Building a custom frame is easy. Good rule of thumb for aquarium stands is to keep all your spans no longer than 2'. Also, you want to use compressive loading. I've seen a scary number of stands built that rely on the sheer strength of the fasteners (generally screws) used. Bascially, you want the weight of the tank distributed DOWN to the floor, and never sideways.

Where things can get complicated is if you want your stand to look nice. Then you have to start looking into skins (panels, plywood), trim, stains, paint, etc. It is what you make of it, though.


----------



## TankFreak420 (May 31, 2014)

This is what I used on my 40g B and 15g, its also what I intend to use for my 120g (with more center bracing). Really sturdy and easy to cover with sheets or wood panels. I used 1x2's also, and full 3lbs box of screws on my 40g. The 40g is wrapped with a sheet I had kicking around, the 15g stand is in the raw atm. But I plan to use house siding on my 120g stand and have them attached with magnets.


----------



## vanish (Apr 21, 2014)

I used that basic stand frame in the above video for my 150G. I did a partial skin to help against sheering, but I had it filled when it was just the frame and it was quite solid.

For an acrylic, you'll want to sheet the top with plywood to fully support the bottom of the tank. You might choose to use an extra 2x span on the top under that plywood as well.
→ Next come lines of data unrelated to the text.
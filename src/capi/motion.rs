//! C exports of `sky::motion`.

use super::{fieldstop_status, give};
use crate::sky::motion;
use crate::units::{
    Bam, MicroarcsecondsPerSecond, Micrometres, Milliarcseconds, MilliarcsecondsPerSecond, Milliseconds,
    Nanometres, Q16, SignedBam,
};

/// Gives how fast a star drifts through the field when the drive stands still, in microarcseconds per second.
///
/// w cos d, with w the rate of the sky, 15.0410686 arcsec per second (Smart, Textbook on Spherical Astronomy).
/// Ranges: declination_bam -2^30 to 2^30.
/// Error: at most 0.51 LSB.
/// Statuses: null pointer, out of range.
#[must_use]
#[unsafe(no_mangle)]
pub unsafe extern "C" fn fieldstop_drift_rate_fx(
    declination_bam: i32,
    rate_uas_per_s: *mut u32,
) -> fieldstop_status {
    // SAFETY: the caller's promise about the pointer.
    unsafe { give(rate_uas_per_s, 2, || motion::drift_rate_fx(SignedBam(declination_bam))) }
}

/// Gives how fast a star drifts through the field when the drive stands still, in arcseconds per second.
///
/// w cos d, with w the rate of the sky, 15.0410686 arcsec per second (Smart, Textbook on Spherical Astronomy).
/// Ranges: declination_deg -90 to 90.
/// Error: at most 3 ulp.
/// Statuses: null pointer, out of range, not finite.
#[cfg(feature = "float")]
#[must_use]
#[unsafe(no_mangle)]
pub unsafe extern "C" fn fieldstop_drift_rate_f32(
    declination_deg: f32,
    rate_arcsec_per_s: *mut f32,
) -> fieldstop_status {
    // SAFETY: the caller's promise about the pointer.
    unsafe { give(rate_arcsec_per_s, 2, || motion::drift_rate(declination_deg)) }
}

/// Gives how fast a star drifts through the field when the drive stands still, in arcseconds per second, in double.
///
/// w cos d, with w the rate of the sky, 15.0410686 arcsec per second (Smart, Textbook on Spherical Astronomy).
/// Ranges: declination_deg -90 to 90.
/// Error: at most 3 ulp.
/// Statuses: null pointer, out of range, not finite.
#[cfg(all(feature = "float", not(target_arch = "avr")))]
#[must_use]
#[unsafe(no_mangle)]
pub unsafe extern "C" fn fieldstop_drift_rate_f64(
    declination_deg: f64,
    rate_arcsec_per_s: *mut f64,
) -> fieldstop_status {
    // SAFETY: the caller's promise about the pointer.
    unsafe { give(rate_arcsec_per_s, 2, || motion::drift_rate(declination_deg)) }
}

/// Gives how long a star takes through the field, from edge to edge through its centre, when the drive stands still,
/// in milliseconds.
///
/// 4 asin(sin(F/4) / cos d) / w, along the parallel of declination, with w the rate of the sky, 15.0410686 arcsec per
/// second (Smart, Textbook on Spherical Astronomy).
/// Ranges: field_mas not 0, under 1296000000; declination_bam -2^30 to 2^30. Never left where F/4 is 90 degrees less
/// the size of d or more: the star stays in the field all day.
/// Error: at most 1 LSB.
/// Statuses: null pointer, zero, out of range, never left.
#[must_use]
#[unsafe(no_mangle)]
pub unsafe extern "C" fn fieldstop_drift_time_fx(
    field_mas: u32,
    declination_bam: i32,
    time_ms: *mut u32,
) -> fieldstop_status {
    // SAFETY: the caller's promise about the pointer.
    unsafe {
        give(time_ms, 3, || motion::drift_time_fx(Milliarcseconds(field_mas), SignedBam(declination_bam)))
    }
}

/// Gives how long a star takes through the field, from edge to edge through its centre, when the drive stands still,
/// in seconds.
///
/// 4 asin(sin(F/4) / cos d) / w, along the parallel of declination, with w the rate of the sky, 15.0410686 arcsec per
/// second (Smart, Textbook on Spherical Astronomy).
/// Ranges: field_arcsec 2^-32 to under 1296000; declination_deg -90 to 90. Never left where F/4 is 90 degrees less
/// the size of d or more: the star stays in the field all day.
/// Error: at most 8 ulp.
/// Statuses: null pointer, zero, out of range, not finite, never left.
#[cfg(feature = "float")]
#[must_use]
#[unsafe(no_mangle)]
pub unsafe extern "C" fn fieldstop_drift_time_f32(
    field_arcsec: f32,
    declination_deg: f32,
    time_s: *mut f32,
) -> fieldstop_status {
    // SAFETY: the caller's promise about the pointer.
    unsafe { give(time_s, 3, || motion::drift_time(field_arcsec, declination_deg)) }
}

/// Gives how long a star takes through the field, from edge to edge through its centre, when the drive stands still,
/// in seconds, in double.
///
/// 4 asin(sin(F/4) / cos d) / w, along the parallel of declination, with w the rate of the sky, 15.0410686 arcsec per
/// second (Smart, Textbook on Spherical Astronomy).
/// Ranges: field_arcsec 2^-32 to under 1296000; declination_deg -90 to 90. Never left where F/4 is 90 degrees less
/// the size of d or more: the star stays in the field all day.
/// Error: at most 8 ulp.
/// Statuses: null pointer, zero, out of range, not finite, never left.
#[cfg(all(feature = "float", not(target_arch = "avr")))]
#[must_use]
#[unsafe(no_mangle)]
pub unsafe extern "C" fn fieldstop_drift_time_f64(
    field_arcsec: f64,
    declination_deg: f64,
    time_s: *mut f64,
) -> fieldstop_status {
    // SAFETY: the caller's promise about the pointer.
    unsafe { give(time_s, 3, || motion::drift_time(field_arcsec, declination_deg)) }
}

/// Gives the true field of an eyepiece by the time that a star takes through its centre when the drive stands still,
/// in milliarcseconds.
///
/// 4 asin(cos d sin(w t/4)), with w the rate of the sky, 15.0410686 arcsec per second (Smart, Textbook on Spherical
/// Astronomy).
/// Ranges: drift_ms not 0, under 86164090.5, a sidereal day; declination_bam -2^30 to 2^30.
/// Error: at most 1 LSB or 1 part in 10^6, the larger.
/// Statuses: null pointer, zero, out of range.
#[must_use]
#[unsafe(no_mangle)]
pub unsafe extern "C" fn fieldstop_true_field_from_drift_fx(
    drift_ms: u32,
    declination_bam: i32,
    field_mas: *mut u32,
) -> fieldstop_status {
    // SAFETY: the caller's promise about the pointer.
    unsafe {
        give(field_mas, 3, || {
            motion::true_field_from_drift_fx(Milliseconds(drift_ms), SignedBam(declination_bam))
        })
    }
}

/// Gives the true field of an eyepiece by the time that a star takes through its centre when the drive stands still,
/// in arcseconds.
///
/// 4 asin(cos d sin(w t/4)), with w the rate of the sky, 15.0410686 arcsec per second (Smart, Textbook on Spherical
/// Astronomy).
/// Ranges: drift_s 2^-32 to under 86164.0905, a sidereal day; declination_deg -90 to 90.
/// Error: at most 8 ulp.
/// Statuses: null pointer, zero, out of range, not finite.
#[cfg(feature = "float")]
#[must_use]
#[unsafe(no_mangle)]
pub unsafe extern "C" fn fieldstop_true_field_from_drift_f32(
    drift_s: f32,
    declination_deg: f32,
    field_arcsec: *mut f32,
) -> fieldstop_status {
    // SAFETY: the caller's promise about the pointer.
    unsafe { give(field_arcsec, 3, || motion::true_field_from_drift(drift_s, declination_deg)) }
}

/// Gives the true field of an eyepiece by the time that a star takes through its centre when the drive stands still,
/// in arcseconds, in double.
///
/// 4 asin(cos d sin(w t/4)), with w the rate of the sky, 15.0410686 arcsec per second (Smart, Textbook on Spherical
/// Astronomy).
/// Ranges: drift_s 2^-32 to under 86164.0905, a sidereal day; declination_deg -90 to 90.
/// Error: at most 8 ulp.
/// Statuses: null pointer, zero, out of range, not finite.
#[cfg(all(feature = "float", not(target_arch = "avr")))]
#[must_use]
#[unsafe(no_mangle)]
pub unsafe extern "C" fn fieldstop_true_field_from_drift_f64(
    drift_s: f64,
    declination_deg: f64,
    field_arcsec: *mut f64,
) -> fieldstop_status {
    // SAFETY: the caller's promise about the pointer.
    unsafe { give(field_arcsec, 3, || motion::true_field_from_drift(drift_s, declination_deg)) }
}

/// Gives the longest exposure without a drive that draws out a star by no more than the tolerance, in microseconds.
///
/// (t p / f) / (w cos d), t in pixels, with w the rate of the sky, 15.0410686 arcsec per second (Smart, Textbook on
/// Spherical Astronomy).
/// Ranges: pixel_nm, tolerance_q16, focal_length_um not 0; declination_bam -2^30 to 2^30; overflow at the pole.
/// Error: at most 1 LSB or 1 part in 10^6, the larger.
/// Statuses: null pointer, zero, out of range, overflow.
#[must_use]
#[unsafe(no_mangle)]
pub unsafe extern "C" fn fieldstop_trail_free_exposure_fx(
    pixel_nm: u32,
    tolerance_q16: u32,
    focal_length_um: u32,
    declination_bam: i32,
    exposure_us: *mut u32,
) -> fieldstop_status {
    // SAFETY: the caller's promise about the pointer.
    unsafe {
        give(exposure_us, 5, || {
            motion::trail_free_exposure_fx(
                Nanometres(pixel_nm),
                Q16(tolerance_q16),
                Micrometres(focal_length_um),
                SignedBam(declination_bam),
            )
        })
    }
}

/// Gives the longest exposure without a drive that draws out a star by no more than the tolerance, in seconds.
///
/// (t p / f) / (w cos d), t in pixels, with w the rate of the sky, 15.0410686 arcsec per second (Smart, Textbook on
/// Spherical Astronomy).
/// Ranges: pixel_um, tolerance, focal_length_mm 2^-32 to 2^32; declination_deg -90 to 90; overflow at the pole.
/// Error: at most 6 ulp.
/// Statuses: null pointer, zero, out of range, not finite, overflow.
#[cfg(feature = "float")]
#[must_use]
#[unsafe(no_mangle)]
pub unsafe extern "C" fn fieldstop_trail_free_exposure_f32(
    pixel_um: f32,
    tolerance: f32,
    focal_length_mm: f32,
    declination_deg: f32,
    exposure_s: *mut f32,
) -> fieldstop_status {
    // SAFETY: the caller's promise about the pointer.
    unsafe {
        give(exposure_s, 5, || {
            motion::trail_free_exposure(pixel_um, tolerance, focal_length_mm, declination_deg)
        })
    }
}

/// Gives the longest exposure without a drive that draws out a star by no more than the tolerance, in seconds, in
/// double.
///
/// (t p / f) / (w cos d), t in pixels, with w the rate of the sky, 15.0410686 arcsec per second (Smart, Textbook on
/// Spherical Astronomy).
/// Ranges: pixel_um, tolerance, focal_length_mm 2^-32 to 2^32; declination_deg -90 to 90; overflow at the pole.
/// Error: at most 6 ulp.
/// Statuses: null pointer, zero, out of range, not finite, overflow.
#[cfg(all(feature = "float", not(target_arch = "avr")))]
#[must_use]
#[unsafe(no_mangle)]
pub unsafe extern "C" fn fieldstop_trail_free_exposure_f64(
    pixel_um: f64,
    tolerance: f64,
    focal_length_mm: f64,
    declination_deg: f64,
    exposure_s: *mut f64,
) -> fieldstop_status {
    // SAFETY: the caller's promise about the pointer.
    unsafe {
        give(exposure_s, 5, || {
            motion::trail_free_exposure(pixel_um, tolerance, focal_length_mm, declination_deg)
        })
    }
}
Honestly, I think that stand design using 2x4s would be complete overkill for a 60G and would consider downsizing to 2x3s and save some $$.





























And then one day when you decide you want something nice to look at, skin it!


----------



## flight50 (Apr 17, 2012)

Same here. I use the exact same construction with the stands I build. Just modify as necessary based on length. Check out the link in my sig. I used this design for (2) 8ft stands and (1) 6ft stand. Simple to build, very solid and it works. Its probably the most common diy stand design on the web. Overbuilding a stand for sound support is just a piece of mind. I am confident enough to mount a small car on top of this stand design (Don't try this at home kids).

Never allow or depend on fasteners to carry the load of the tank. Distribute the weight to uprights whether it be wood or metal. The strength is in the uprights that are supported by the floor, not the fasteners. Now some manage to get away with depending on fasteners, I wouldn't recommend it. It's possible that sooner or later, it could give way with age. With the basic design mentioned above, I bet you could assemble this stand without screwing the legs together and allow the sheer weight of the tank to support the tank platform via the uprights. The transferring weight will compress the stand and keep it in place for the most part once the weight is settled. Try that with a design that does not use uprights supporting the tank's platform and is held up by screws (Don't try this either) its just theory.


----------